Stored data:
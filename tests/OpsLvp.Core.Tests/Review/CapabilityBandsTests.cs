using OpsLvp.Core.Capability;
using OpsLvp.Core.Engine;
using OpsLvp.Core.Profile;
using OpsLvp.Core.Review;

namespace OpsLvp.Core.Tests.Review;

/// <summary>Capability bands per runway direction from recorded capability_changed events (docs/capability.md "Review"). Facilities and reasons invented.</summary>
public sealed class CapabilityBandsTests
{
    private static readonly DateTimeOffset T0 = new(2026, 12, 1, 22, 0, 0, TimeSpan.Zero);

    private static RunwayCapability Full(string direction, bool inUse) => new(direction, inUse, OperationKind.CatIII, true, true,
    [
        new OperationCapability(OperationKind.CatI, true, []),
        new OperationCapability(OperationKind.CatIII, true, []),
        new OperationCapability(OperationKind.Lvto, true, []),
    ]);

    private static RunwayCapability TdzLightsOut(string direction, bool inUse) => new(direction, inUse, OperationKind.CatI, true, false,
    [
        new OperationCapability(OperationKind.CatI, true, []),
        new OperationCapability(OperationKind.CatIII, false,
            [new CapabilityReason(ReasonKind.FacilityUnserviceable, "tdzl-07l", "TDZ lights 07L", "circuit 3 tripped (invented)")]),
        new OperationCapability(OperationKind.Lvto, false, [new CapabilityReason(ReasonKind.LvpNotInForce, null, null, null)]),
    ]);

    private static RecordedEvent Changed(double minutes, IReadOnlyList<RunwayCapability> before, IReadOnlyList<RunwayCapability> after) =>
        RecordedEvent.FromEvent(new CapabilityChanged(T0.AddMinutes(minutes), before, after));

    [Fact]
    public void SegmentsPerDirection_InUseFirst_LabelledInWords_WithTheFirstReason()
    {
        var events = new[]
        {
            Changed(0, [], [Full("07R", false), Full("07L", true)]),
            Changed(30, [Full("07R", false), Full("07L", true)], [Full("07R", false), TdzLightsOut("07L", true)]),
            Changed(80, [Full("07R", false), TdzLightsOut("07L", true)], [Full("07R", false), Full("07L", true)]),
        };

        var bands = CapabilityBands.Of([], events, T0, T0.AddMinutes(120));

        Assert.Equal(["07L", "07R"], bands.Select(b => b.Direction)); // the direction in use first, though recorded second
        var l = bands[0];
        Assert.True(l.InUse);
        Assert.Equal(
            [(0.0, 30.0, "CAT III", "LVTO available"), (30.0, 80.0, "CAT I", "LVTO not available"), (80.0, 120.0, "CAT III", "LVTO available")],
            l.Segments.Select(s => ((s.Start - T0).TotalMinutes, (s.End - T0).TotalMinutes, s.State.Best, s.State.Lvto)));
        Assert.Equal("CAT III: TDZ lights 07L unserviceable (circuit 3 tripped (invented))", l.Segments[1].State.FirstReason);
        Assert.Equal(["CAT III: TDZ lights 07L unserviceable (circuit 3 tripped (invented))", "LVTO: not LVP in force"], l.Segments[1].State.NotAvailable);
        Assert.Equal("07L CAT I, LVTO not available", l.Segments[1].State.Headline);
        Assert.Equal("", l.Segments[0].State.FirstReason);
        var r = Assert.Single(bands[1].Segments);
        Assert.Equal((T0, T0.AddMinutes(120), "CAT III"), (r.Start, r.End, r.State.Best));
    }

    [Fact]
    public void StateBeforeTheWindow_StartsTheBand_AndChangesBeforeItAreNotChanges()
    {
        var events = new[]
        {
            Changed(0, [], [Full("07L", true)]),
            Changed(10, [Full("07L", true)], [TdzLightsOut("07L", true)]),
            Changed(50, [TdzLightsOut("07L", true)], [Full("07L", true)]),
        };
        var from = T0.AddMinutes(20);

        var atStart = CapabilityBands.StatesBefore([], events, from);
        var bands = CapabilityBands.Of(atStart, events, from, T0.AddMinutes(60));
        var changes = CapabilityBands.Changes(atStart, events, from, T0.AddMinutes(60));

        Assert.Equal("CAT I", Assert.Single(atStart).Best);
        Assert.Equal([(20.0, 50.0, "CAT I"), (50.0, 60.0, "CAT III")], bands.Single().Segments.Select(s => ((s.Start - T0).TotalMinutes, (s.End - T0).TotalMinutes, s.State.Best)));
        var change = Assert.Single(changes);
        Assert.Equal(("CAT I", "CAT III"), (change.Before!.Best, change.After.Best));
    }

    [Fact]
    public void WithoutAnyStateBeforeIt_ABandStartsAtTheFirstRecordedCapability_AndNoCapabilityGivesNoBand()
    {
        var bands = CapabilityBands.Of([], [Changed(15, [], [Full("07L", true)])], T0, T0.AddMinutes(60));

        Assert.Equal(T0.AddMinutes(15), bands.Single().Segments.Single().Start);
        Assert.Empty(CapabilityBands.Of([], [], T0, T0.AddMinutes(60)));
    }

    [Fact]
    public void NoApproachAvailable_IsWordedAsTheWallWordsIt()
    {
        var none = new RunwayCapability("25R", true, null, false, false,
            [new OperationCapability(OperationKind.CatI, false, [new CapabilityReason(ReasonKind.RvrPositionSilent, null, null, null, Position: RvrPosition.Tdz)])]);

        var state = CapabilityBands.StatesOf(Changed(0, [], [none])).Single();

        Assert.Equal(("no CAT approach", "", "CAT I: RVR TDZ sensor silent"), (state.Best, state.Lvto, state.FirstReason));
        Assert.Equal(OpsLvp.Core.Presentation.CapabilityWords.Summary(none), state.Headline);
    }
}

Task: The count of lines above that contain "OpsLvp" is all that should be given.

Reply: 7